Fabián Bordagaray

Personal information
- Date of birth: 15 February 1987 (age 38)
- Place of birth: Avellaneda, Argentina
- Height: 1.73 m (5 ft 8 in)
- Position: Forward

Team information
- Current team: Arsenal Sarandí

Youth career
- Defensa y Justicia

Senior career*
- Years: Team / Apps / (Gls)
- 2006–2008: Defensa y Justicia / 13 / (2)
- 2008–2013: San Lorenzo / 62 / (8)
- 2011: → River Plate (loan) / 8 / (1)
- 2011–2012: → Argentinos Juniors (loan) / 24 / (4)
- 2013–2014: CSD Rangers / 27 / (4)
- 2014–2015: Levadiakos / 8 / (0)
- 2015–2016: Caracas / 28 / (3)
- 2016: Defensa y Justicia / 16 / (9)
- 2016–2018: Rosario Central / 15 / (2)
- 2017–2018: → Defensa y Justicia (loan) / 22 / (4)
- 2018–2021: Defensa y Justicia / 1 / (0)
- 2019: → Dorados (loan) / 30 / (12)
- 2020–2021: Banfield / 18 / (2)
- 2021–2023: Belgrano / 48 / (1)
- 2024: Quilmes / 29 / (2)
- 2025–: Arsenal Sarandí / 13 / (2)

= Fabián Bordagaray =

Argentine footballer

Fabián Bordagaray (born 15 February 1987) is an Argentine professional footballer who plays as a forward for Arsenal Sarandí in Primera Nacional.

==Career==
Bordagaray started his career in 2006 with Defensa y Justicia in the Primera B Nacional (Argentine second division).

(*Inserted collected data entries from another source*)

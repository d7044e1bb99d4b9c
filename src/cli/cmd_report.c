/*
 * cmd_report.c - `holdcount report [UNIVERSE] -o DIR`: the quarterly report
 * folder.
 *
 * One run computes the curve, the rules (with their bootstrap interval) and,
 * with --holdings, the audit through the very functions `holdcount curve`,
 * `enough` and `audit` call (cli.h: cli_curve_sample, cli_enough_data,
 * cli_audit_data), with the same option groups, so the same options and
 * seed give the same struct report objects.  Each is rendered to its CSV
 * (curve.csv, enough.csv, audit.csv), to summary.json (each report's JSON
 * object under its name) and to the tables of summary.md.  No figure is
 * computed twice.  Plots are written by the library's plots module from the
 * same result types.
 *
 * The folder is built under a temporary name and renamed into place
 * (reportdir.h); this file's signal handler removes the temporary folder and
 * any half-written file on SIGINT/SIGTERM.
 */
#define _GNU_SOURCE 1

#include <limits.h>
#include <math.h>
#include <signal.h>
#include <stddef.h>
#include <stdio.h>
#include <stdlib.h>
#include <string.h>
#include <time.h>
#include <unistd.h>

#include "cli.h"
#include "holdcount/audit.h"
#include "holdcount/bootstrap.h"
#include "holdcount/curve.h"
#include "holdcount/holdings.h"
#include "holdcount/memory.h"
#include "holdcount/moments.h"
#include "holdcount/outfile.h"
#include "holdcount/plots.h"
#include "holdcount/reportdir.h"
#include "holdcount/rules.h"
#include "holdcount/rolling.h"
#include "holdcount/sampler.h"
#include "holdcount/strata.h"
#include "holdcount/universe.h"

/* The rolling windows a report shows unless --window says otherwise: five
 * years of periods, one starting every year, when the history holds at
 * least this many windows' worth of periods (common practice for a
 * committee's look back, no single source; two windows' length gives six
 * windows a year apart, enough for a line to show a drift). */
#define REPORT_WINDOW_YEARS 5
#define REPORT_WINDOW_MIN_SPANS 2

/* The rows of the curve shown in summary.md (the CSV has every grid row). */
static const size_t readable_grid[] = { 1, 2, 3, 5, 10, 15, 20, 25, 30, 40, 50, 75, 100, 150, 200, 300, 500, 1000 };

In 2008, he joined San Lorenzo of the first division, where he debuted under Diego Simeone's coaching.

In January 2011, the forward left San Lorenzo and was loaned from a third-party to River Plate, where he signed an 18-month contract.

In January 2015, Bordagaray signed for Caracas FC.